This page is a single P–V canvas with a dropdown to load Carnot, Otto, Diesel, Stirling, or a Rankine P–v sketch. Gas cycles reuse the same closed-form geometry as the dedicated labs: nR = 1, γ = 1.4, Carnot/Stirling isotherms in kelvin, Otto/Diesel air-standard legs. Rankine replays the qualitative four-corner loop from the Rankine simulator (normalized ṕ sliders and turbine quality x₄), not steam-table volumes. The plot auto-scales axes to the active cycle so each loop is readable; numeric P and V are not a universal calibration across cycle types. Displayed η matches textbook formulas for the gas cycles; for Rankine it is a rough area-based proxy for teaching only.

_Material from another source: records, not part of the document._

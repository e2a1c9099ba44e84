import { describe, expect, it } from 'vitest';
import { adfTest } from '../../addin/unitroot/adf';
import { kpssTest } from '../../addin/unitroot/kpss';
import { phillipsPerronTest } from '../../addin/unitroot/phillips-perron';
import { SeededRandom, autoregressive1, randomWalk } from '../../addin/random';

/**
 * Monte Carlo size and power. The tolerance of +/- 1.5 points for a 5% test on 2,000
 * replications is about three binomial standard errors (sqrt(0.05 * 0.95 / 2000) = 0.49 points).
 */
function rejectionRate(reps: number, draw: () => number | null, alpha = 0.05): number {
  let rejected = 0;
  for (let r = 0; r < reps; r++) {
    const p = draw();
    if (p !== null && p < alpha) rejected++;
  }
  return rejected / reps;
}

describe('size and power of the unit-root tests', () => {
  it('ADF (constant, AIC lags) at 5% on 2,000 random walks, T = 250, seed 2025: rejects 5% +/- 1.5 points', () => {
    const rng = new SeededRandom(2025);
    const rate = rejectionRate(2000, () => adfTest(randomWalk(rng, 250, { start: 100 })).pValue);
    expect(Math.abs(rate - 0.05)).toBeLessThanOrEqual(0.015);
  });
  it('KPSS (level, automatic bandwidth) at 5% on 2,000 white-noise series, T = 250, seed 2026: rejects 5% +/- 1.5 points', () => {
    const rng = new SeededRandom(2026);
    const rate = rejectionRate(2000, () => kpssTest(rng.normals(250)).pValue);
    expect(Math.abs(rate - 0.05)).toBeLessThanOrEqual(0.015);
  });
  it('Phillips-Perron Z-tau at 5% on 2,000 random walks, T = 250, seed 2027: rejects 5% +/- 1.5 points', () => {
    const rng = new SeededRandom(2027);
    const rate = rejectionRate(2000, () => phillipsPerronTest(randomWalk(rng, 250)).pValue);
    expect(Math.abs(rate - 0.05)).toBeLessThanOrEqual(0.015);
  });
  it('ADF power: rejects at least 90% of 1,000 AR(1) series with phi = 0.9, T = 500, seed 2028', () => {
    const rng = new SeededRandom(2028);
    const rate = rejectionRate(1000, () => adfTest(autoregressive1(rng, 500, 0.9)).pValue);
    expect(rate).toBeGreaterThanOrEqual(0.9);
  });
});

Who it's for: Students who have met individual cycle pages and want side-by-side shape comparison without juggling browser tabs.
Key terms
P–V diagram
Carnot cycle
Otto cycle
Diesel cycle
Stirling cycle
Rankine cycle
thermal efficiency
auto-scale axes
How it works
Switch among Carnot, Otto, Diesel, Stirling, and a Rankine P–v sketch on one canvas. Four colors trace the loop in parametric order (0–25%, 25–50%, …); the physical meaning of each segment depends on the cycle (e.g. Carnot starts on the hot isotherm, not compression). Gas cycles match the standalone labs (nR = 1, γ = 1.4); Rankine is a qualitative sketch.

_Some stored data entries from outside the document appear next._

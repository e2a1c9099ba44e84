/**
 * Dynamic OLS (Saikkonen 1991; Stock & Watson 1993): the long-run coefficient of y on x from
 *   y_t = c + beta x_t + sum_{j=-k..k} d_j Δx_{t-j} + e_t,
 * whose leads and lags of Δx soak up the correlation between the equilibrium error and the
 * changes in x, so that beta's t-ratio is asymptotically normal once its standard error uses
 * the long-run variance of e instead of its variance (Hamilton 1994, sec. 19.3):
 *   se_HAC(beta) = se_OLS(beta) * lambda / s,
 * lambda^2 the Bartlett (Newey-West 1987) long-run variance of e, s^2 = SSR / (n - k). p-values
 * are two-sided standard normal.
 *
 * The bandwidth: 'auto' (the default, and the one estimator every surface shows) is Andrews'
 * (1991) AR(1) plug-in for the Bartlett kernel (regression/persistent-bandwidth.ts), fitted to
 * the DOLS residual. That residual is the persistent equilibrium error of the pair (an AR(1)
 * coefficient near 0.94 on daily prices), and the Newey-West (1994) automatic rule, which
 * starts from only n^(2/9) autocovariances, picks a bandwidth far too short there, so the
 * standard error came out too small (0.033 against 0.051 on the demo's tight pair). A whole
 * number fixes the bandwidth as given.
 *
 * Leads and lags k: 'aic' (default) minimises AIC over k = 0..kmax on the common sample kmax
 * allows, from one QR factorisation (the columns are ordered so each k nests the one
 * before: [x, 1, Δx_t, Δx_{t-1}, Δx_{t+1}, ..., Δx_{t-k}, Δx_{t+k}]), then refits the choice
 * on every row it can use, as the ADF lag search does. On long series both steps come from the
 * design's cross products instead (dynamic-ols-long.ts: the choice from one Cholesky, the fit
 * refined from the true residuals and checked, else QR). kmax defaults to floor(T^(1/3))
 * (a common rule of thumb: it grows with T slowly enough for the asymptotics of Saikkonen
 * 1991), capped so the regression keeps at least 10 residual degrees of freedom.
 */
import { normalCdf } from '../distributions';
import { MooringInputError } from '../errors';
import { HouseholderQr } from '../linalg/householder-qr';
import { powerOfTwoScale, scaled } from '../linalg/power-of-two-scale';
import { gaussianLogLikelihood, leastSquares } from '../regression/least-squares';
import { bartlettLongRunVariance } from '../regression/long-run-variance';
import { persistentBandwidth } from '../regression/persistent-bandwidth';
import { DOLS_GRAM_WORK, chooseLeadsLagsByGram, dynamicOlsByGram } from './dynamic-ols-long';

export interface DynamicOlsOptions {
  /** Leads and lags of Δx on each side: a whole number or 'aic' (default). */
  leadsLags?: number | 'aic';
  /** Largest k the AIC search tries (default floor(T^(1/3)), capped). */
  maxLeadsLags?: number;
  /** Bartlett bandwidth of the long-run variance: a whole number or 'auto' (Andrews' AR(1) plug-in on the residual, default). */
  bandwidth?: number | 'auto';
}

export interface DynamicOlsFit {
  beta: number;
  intercept: number;
  /** HAC standard error of beta (Bartlett long-run variance of the residual). */
  standardError: number;
  tValue: number;
  /** Two-sided standard-normal p-value of beta = 0. */
  pValue: number;
  /** Ordinary (non-HAC) standard error of beta, for comparison only. */
  olsStandardError: number;
  leadsLags: number;
  leadsLagsRule: 'fixed' | 'aic';
  maxLeadsLags: number | null;
  bandwidth: number;
  /** How the bandwidth was set: Andrews' AR(1) plug-in ('auto') or as given ('fixed'). */
  bandwidthRule: 'auto' | 'fixed';
  /** Rows in the regression: T - 1 - 2k. */
  nobs: number;
  residuals: Float64Array;
}

/** Residual degrees of freedom the largest model must keep. */
const MIN_DEGREES_OF_FREEDOM = 10;

/** The largest k the data allow: T - 1 - 2k rows must exceed 3 + 2k columns by MIN_DEGREES_OF_FREEDOM. */
export function largestLeadsLags(T: number): number {
  return Math.floor((T - 4 - MIN_DEGREES_OF_FREEDOM) / 4);
}

/** The standard error's estimator in words, for every surface that shows it beside the number. */
export function dynamicOlsStandardErrorText(fit: Pick<DynamicOlsFit, 'bandwidth' | 'bandwidthRule'>): string {
  const rule = fit.bandwidthRule === 'auto' ? "by Andrews' AR(1) plug-in rule" : 'as given';
  return `from the residual's long-run variance, Bartlett kernel with ${fit.bandwidth} lags ${rule}`;
}

/** Default kmax: floor(T^(1/3)), capped at largestLeadsLags(T). */
export function defaultMaxLeadsLags(T: number): number {
  return Math.min(Math.floor(Math.cbrt(T)), largestLeadsLags(T));
}

/** Design of the DOLS regression with k leads and lags over rows t = from..to (0-based). */
function dynamicOlsDesign(y: ArrayLike<number>, x: ArrayLike<number>, k: number, from: number, to: number): { response: Float64Array; columns: Float64Array[]; names: string[] } {
  const n = to - from + 1;
  const response = new Float64Array(n);
  const level = new Float64Array(n);
  const ones = new Float64Array(n).fill(1);
  const shifts = [0];
  for (let j = 1; j <= k; j++) shifts.push(j, -j); // lag j, then lead j
  const changes = shifts.map(() => new Float64Array(n));
  for (let r = 0; r < n; r++) {
    const t = from + r;
    response[r] = y[t];
    level[r] = x[t];
    shifts.forEach((s, c) => {
      changes[c][r] = x[t - s] - x[t - s - 1];
    });
  }
  const names = ['x', 'constant', ...shifts.map((s) => (s === 0 ? 'change' : s > 0 ? `change lag ${s}` : `change lead ${-s}`))];
  return { response, columns: [level, ones, ...changes], names };
}

/** AIC choice of k in 0..kmax on the common sample of kmax (from cross products on long series, dynamic-ols-long.ts). */
function chooseLeadsLags(y: ArrayLike<number>, x: ArrayLike<number>, kmax: number): number {
  const T = y.length;
  if ((T - 1 - 2 * kmax) * (3 + 2 * kmax) ** 2 > DOLS_GRAM_WORK) {
    const byGram = chooseLeadsLagsByGram(y, x, kmax);
    if (byGram !== null) return byGram;
  }
  const { response, columns } = dynamicOlsDesign(y, x, kmax, kmax + 1, T - 1 - kmax);
  const n = response.length;
  const ssr = new HouseholderQr(columns, n).nestedSsr(response);
  let best = 0;
  let bestAic = Infinity;
  for (let k = 0; k <= kmax; k++) {
    const size = 3 + 2 * k;
    const aic = -2 * gaussianLogLikelihood(ssr[size], n) + 2 * size;
    if (aic < bestAic) {
      bestAic = aic;
      best = k;
    }
  }
  return best;
}

/**
 * Dynamic OLS of y on x. The fit runs on y and x each brought to a size near one by a power of
 * two (linalg/power-of-two-scale.ts), so the lead-and-lag choice and the long-run variance
 * neither overflow for prices of 1e300 nor vanish for 1e-300; the slope, intercept, standard
 * errors and residuals are converted back to the prices' units, the t-value needs nothing.
 */
export function dynamicOls(y: ArrayLike<number>, x: ArrayLike<number>, options: DynamicOlsOptions = {}): DynamicOlsFit {
  const fy = powerOfTwoScale(y);
  const fx = powerOfTwoScale(x);
  const fit = dynamicOlsInUnits(scaled(y, fy), scaled(x, fx), options);
  const slope = fx / fy;
  return {
    ...fit,
    beta: fit.beta * slope,
    intercept: fit.intercept / fy,
    standardError: fit.standardError * slope,
    olsStandardError: fit.olsStandardError * slope,
    residuals: fit.residuals.map((e) => e / fy),
  };
}

function dynamicOlsInUnits(y: ArrayLike<number>, x: ArrayLike<number>, options: DynamicOlsOptions): DynamicOlsFit {
  const T = y.length;
  const cap = largestLeadsLags(T);
  if (cap < 0) throw new MooringInputError(`${T} observations are too few for dynamic OLS: it needs at least ${4 + MIN_DEGREES_OF_FREEDOM}.`);
  const requested = options.leadsLags ?? 'aic';
  let k: number;
  let kmax: number | null = null;
  if (typeof requested === 'number') {
    if (!Number.isInteger(requested) || requested < 0) throw new MooringInputError(`The number of leads and lags must be a whole number of 0 or more; got ${requested}.`);
    if (requested > cap) throw new MooringInputError(`${requested} leads and lags are too many for ${T} observations: the largest allowed is ${cap}.`);
    k = requested;
  } else if (requested === 'aic') {
    kmax = options.maxLeadsLags ?? defaultMaxLeadsLags(T);
    if (!Number.isInteger(kmax) || kmax < 0) throw new MooringInputError(`The largest number of leads and lags must be a whole number of 0 or more; got ${kmax}.`);
    if (kmax > cap) throw new MooringInputError(`A largest number of leads and lags of ${kmax} is too large for ${T} observations: the largest allowed is ${cap}.`);
    k = chooseLeadsLags(y, x, kmax);
  } else {
    throw new MooringInputError(`Unknown leads-and-lags rule '${String(requested)}': use a whole number or aic.`);
  }

  const fit = chosenFit(y, x, k);
  const e = fit.residuals;
  const bw = options.bandwidth ?? 'auto';
  if (bw !== 'auto' && typeof bw !== 'number') throw new MooringInputError(`Unknown bandwidth '${String(bw)}': use a whole number or auto.`);
  const bandwidth = bw === 'auto' ? persistentBandwidth(e).bandwidth : bw;
  const lambda2 = bartlettLongRunVariance(e, bandwidth);
  const olsSe = fit.olsStandardError;
  // A negative long-run variance cannot arise with the Bartlett kernel (its weights keep it positive semi-definite).
  const standardError = olsSe * Math.sqrt(lambda2 / fit.sigma2);
  const beta = fit.beta;
  const tValue = beta / standardError;
  return {
    beta,
    intercept: fit.intercept,
    standardError,
    tValue,
    pValue: 2 * (1 - normalCdf(Math.abs(tValue))),
    olsStandardError: olsSe,
    leadsLags: k,
    leadsLagsRule: typeof requested === 'number' ? 'fixed' : 'aic',
    maxLeadsLags: kmax,
    bandwidth,
    bandwidthRule: bw === 'auto' ? 'auto' : 'fixed',
    nobs: fit.nobs,
    residuals: e,
  };
}

/**
 * The regression with k leads and lags on every row it can use: by QR, or on long series by the
 * refined cross-product route (dynamic-ols-long.ts), which falls back to QR where it cannot vouch
 * for its answer.
 */
function chosenFit(y: ArrayLike<number>, x: ArrayLike<number>, k: number): { beta: number; intercept: number; olsStandardError: number; sigma2: number; residuals: Float64Array; nobs: number } {
  const T = y.length;
  if ((T - 1 - 2 * k) * (3 + 2 * k) ** 2 > DOLS_GRAM_WORK) {
    const byGram = dynamicOlsByGram(y, x, k);
    if (byGram !== null) return byGram;
  }
  const design = dynamicOlsDesign(y, x, k, k + 1, T - 1 - k);
  const fit = leastSquares(design.response, design.columns, { names: design.names });
  return { beta: fit.coefficients[0], intercept: fit.coefficients[1], olsStandardError: fit.standardErrors[0], sigma2: fit.sigma2, residuals: fit.residuals, nobs: fit.nobs };
}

Frequently asked questions
Why do the axis numbers jump when I change cycles?
Each cycle is drawn in its own natural model units with automatic padding. The goal is to compare shapes and process labels (colored legs), not to read one universal pressure-volume scale across engines.
Is Rankine here as accurate as the full Rankine page?
No. Only the P–v cartoon is shared; the T–s dome and enthalpy-based discussion stay on the Rankine lab. Efficiency on this page is an illustrative ratio, not a plant heat balance.
Does Stirling really reach Carnot efficiency?
The ideal Stirling with a perfect regenerator and reversible isothermal/isochoric legs has the same efficiency limit as Carnot between the same reservoirs. Real machines have losses and imperfect regeneration.